In 1990, Lord went on to become the senior principal consultant and project manager at Symmetrix. After leaving Symmetrix in 1995, Lord became the area vice president of Contract Services for NovaCare until leaving in 1996. He then joined Advanced Rehab Services (later renamed Prism Rehab Services), where he served as chief operating officer until 1998 and served as executive vice president of Prism Rehab Services until 1999.

In 2000, Lord became the vice president of client support services for agility.com and left within the same year to become the vice president of corporate alliances and business development at Pretzel Logic Software. In November 2000, Lord left Pretzel Logic to become the executive vice president of North America Razorfish.

In 2002, he became the chief operating officer of Razorfish Inc. In 2003, Lord sold Razorfish to SBI Inc. and became executive vice president of SBI-Razorfish Inc.

In 2004, Lord became the East Region president of Razorfish, a subsidiary of aQuantive (AQNT). Three years later, he went on to serve as the East Region president of Razorfish, a subsidiary of Microsoft. In 2010, Lord became the global CEO of Razorfish, subsidiary of Publicis. Continuing his role as a CEO, Lord went on to serve as the global CEO of VivaKi Interactive at Razorfish in 2011.

During his time at Razorfish, Lord co-authored the book Converge: Transforming Businesses at the Intersection of Marketing and Technology (ISBN 978-1-4805-8982-7), which discusses how technology, media, and creativity are uniting and how this shift is revolutionizing marketing and business strategy.

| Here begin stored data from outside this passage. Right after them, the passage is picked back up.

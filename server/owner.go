package server

// ownerRoutes is everything the owner's face answers.
func ownerRoutes() []route {
	return []route{}
}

In 2013, Lord left Razorfish to work as CEO of AOL Platforms. Then, in 2015 Lord became the president of AOL. Lord grew AOL revenues from $1.5 billon to over $3.0 billion through mergers and acquisitions and via organic growth. He oversaw the sale of AOL to Verizon for $4.4 billion in June 2015 and positioned AOL to become a world leader in the Mobile Media landscape. Following his career at AOL, Lord joined IBM.

==IBM==
In early 2016, Lord started his career at IBM as the company's first chief digital officer. In this role, Lord oversaw the Digital Platforms team, Digital Sales organization, Digital Marketing, Routes to Market and Offering teams, and IBM's Developer and Startup Ecosystem.

In 2019, Lord became senior vice president of IBM's Worldwide Ecosystems. During this time, Lord also launched Call for Code.

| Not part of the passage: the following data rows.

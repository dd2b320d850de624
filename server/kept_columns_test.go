package server

import (
	"encoding/json"
	"fmt"
	"net/http"
	"net/url"
	"strings"
	"testing"

	"tripwell/forms"
)

// keep sends the form that keeps the columns a preview shows.
func (r *rig) keep(client *http.Client, at, name string) string {
	r.t.Helper()
	r.submit(client, at, url.Values{"do": {"keep"}, "keep_as": {name}}.Encode())
	return r.open(client, at).body
}

func TestKeptColumns_AreOfferedWhenTheHeadingsComeAgain(t *testing.T) {
	r := newRig(t, 0)
	b := r.signIn(r.manager)
	first := "Outlets of the mill;;;\n\nBldg;Wo;Typ of thing;Pnl\nMill;Hall, door;GFI outlet;LP-1\n"
	at := r.upload(b, "mill.csv", []byte(first), "").header.Get("Location")
	page := r.open(b, at).body
	if strings.Contains(page, "These headings came before") {
		t.Error("columns are offered before any were kept")
	}
	form := typed(t, page)
	form.Set(nameOf(t, form, "c", "Wo"), "place")
	form.Set(nameOf(t, form, "c", "Typ of thing"), "kind")
	form.Set("site.0", "MILL")
	r.submit(b, at, form.Encode())
	if page := r.keep(b, at, "  "); !strings.Contains(page, "need a name") {
		t.Error("columns without a name are kept")
	}
	if page := r.keep(b, at, "Mill <lists>"); !strings.Contains(page, "kept as Mill &lt;lists&gt;") {
		t.Fatalf("keep:\n%s", page)
	}
	// A later file: other titles, other order, other case of the headings, other rows; and one that only shares some.
	later := "List 2027\nPNL,TYP OF THING,WO,BLDG\nLP-2,GFI outlet,\"Store, rear\",Mill\n"
	at = r.upload(b, "later.csv", []byte(later), "").header.Get("Location")
	page = r.open(b, at).body
	if !strings.Contains(page, "Read as Mill &lt;lists&gt;") || !strings.Contains(page, "not known") {
		t.Fatalf("not offered:\n%s", page)
	}
	if other := r.open(b, r.upload(b, "other.csv", []byte("Bldg,Wo,Pnl\nMill,Hall,LP-1\n"), "").header.Get("Location")).body; strings.Contains(other, "These headings came before") {
		t.Error("offered for other headings")
	}
	at = r.upload(b, "later.csv", []byte(later), "").header.Get("Location")
	r.submit(b, at, url.Values{"use": {"Mill <lists>"}}.Encode())
	if page = r.open(b, at).body; !strings.Contains(page, "read by the columns kept as") || strings.Contains(page, "not known") || strings.Contains(page, "These headings came before") {
		t.Errorf("not used:\n%s", page)
	}
	if n := len(r.devicesOf(r.site)); n != 0 {
		t.Errorf("reading by kept columns imported %d devices", n)
	}
	// The list where a file is chosen deletes it, for everybody.
	if page := r.open(b, "/import").body; !strings.Contains(page, "Mill &lt;lists&gt;") || !strings.Contains(page, r.manager.Name) {
		t.Errorf("not listed:\n%s", page)
	}
	if res := r.submit(r.signIn(r.crew), "/import/columns", url.Values{"name": {"Mill <lists>"}}.Encode()); res.status != http.StatusForbidden {
		t.Errorf("crew deletes: got %d, want 403", res.status)
	}
	r.submit(b, "/import/columns", url.Values{"name": {"Mill <lists>"}}.Encode())
	if page := r.open(b, "/import").body; strings.Contains(page, "Mill &lt;lists&gt;") {
		t.Error("still listed after it was deleted")
	}
	at = r.upload(b, "later.csv", []byte(later), "").header.Get("Location")
	if page := r.open(b, at).body; strings.Contains(page, "These headings came before") {
		t.Error("still offered after it was deleted")
	}
	if res := r.submit(b, at, url.Values{"use": {"Mill <lists>"}}.Encode()); res.status != http.StatusNotFound || !strings.Contains(res.body, "no longer kept") {
		t.Errorf("used after it was deleted: got %d", res.status)
	}
}

func TestKeptColumns_OfTestsMadeElsewhere(t *testing.T) {
	r := newRig(t, 2)
	b := r.signIn(r.manager)
	rows := r.devicesOf(r.site)
	sheet := func(day forms.Day) []byte {
		return []byte(fmt.Sprintf("Place;When;t;I\n%s;%s;24;6,8\n", placeText(rows[0].Place), day))
	}
	today := forms.DayOf(r.store.Now())
	at := r.uploadTo(b, "/results", "round.csv", sheet(today-40), "", "readings").header.Get("Location")
	form := typed(t, r.open(b, at).body)
	form.Set(nameOf(t, form, "c", "When"), "day")
	form.Set(nameOf(t, form, "c", "I"), "test_current_ma")
	form.Set("read_by", r.crew.ID)
	form.Set("do", "import")
	r.submit(b, at, form.Encode())
	form = typed(t, r.open(b, at).body)
	form.Set("do", "import")
	r.submit(b, at, form.Encode())
	if n := len(r.siteEntries()); n != 1 {
		t.Fatalf("%d entries, want 1", n)
	}
	// Kept after the import too, and apart from what is kept of registers.
	if page := r.keep(b, at, "Meter"); !strings.Contains(page, "kept as Meter") {
		t.Fatalf("keep after the import:\n%s", page)
	}
	if page := r.open(b, "/import").body; strings.Contains(page, "Meter") {
		t.Error("columns of tests are listed among those of registers")
	}
	at = r.uploadTo(b, "/results", "next.csv", sheet(today-5), "", "readings").header.Get("Location")
	if page := r.open(b, at).body; !strings.Contains(page, "Read as Meter") {
		t.Fatalf("not offered:\n%s", page)
	}
	r.submit(b, at, url.Values{"use": {"Meter"}}.Encode())
	form = typed(t, r.open(b, at).body)
	form.Set("read_by", r.crew.ID)
	form.Set("do", "import")
	r.submit(b, at, form.Encode()) // what was said of the reader comes again first
	form = typed(t, r.open(b, at).body)
	form.Set("do", "import")
	r.submit(b, at, form.Encode())
	if n := len(r.siteEntries()); n != 2 {
		t.Errorf("%d entries, want 2", n)
	}
	list, err := r.store.KeptColumns(ofResults)
	must(t, err)
	if len(list) != 1 || !json.Valid(list[0].Said) || list[0].By != r.manager.ID {
		t.Errorf("kept %+v", list)
	}
	r.submit(b, "/results/columns", url.Values{"name": {"Meter"}}.Encode())
	if page := r.open(b, "/results").body; strings.Contains(page, "Meter") {
		t.Error("still listed after it was deleted")
	}
}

Currently, Lord is the IBM senior vice president of The Weather Channel and Alliances. Under Lord's leadership, IBM Watson Advertising and The Weather Channel launched its approach to tackling bias in advertising. Lord spearheaded The Advertising Toolkit for AI Fairness, an open-source collection of data and fairness explainers that helps the advertising industry prevent and remove biases in their machine learning models. In 2022, Lord debuted this toolkit at the Cannes Lions International Festival of Creativity and co-hosted a panel discussion with actress Issa Rae to discuss steps companies can take the mitigate racial bias in AI and advertising.

Lord also serves as the Executive Sponsor for IBM's Black Business Resource group.

==Membership==
Lord is an active member of the TED community and founding member of the Nantucket Project. He is a board member of the Partnership for New York City and Aqua Finance, board member for the Trustworthy Accountability Group (TAG) and former board member for Williams-Sonoma, Inc. and Screen Vision Media.

==Personal life==
Lord is married to Robin Lord. They have three children, Emily, Andrew and Paige. Lord is active biking, surfing, golfing and competing in triathlons.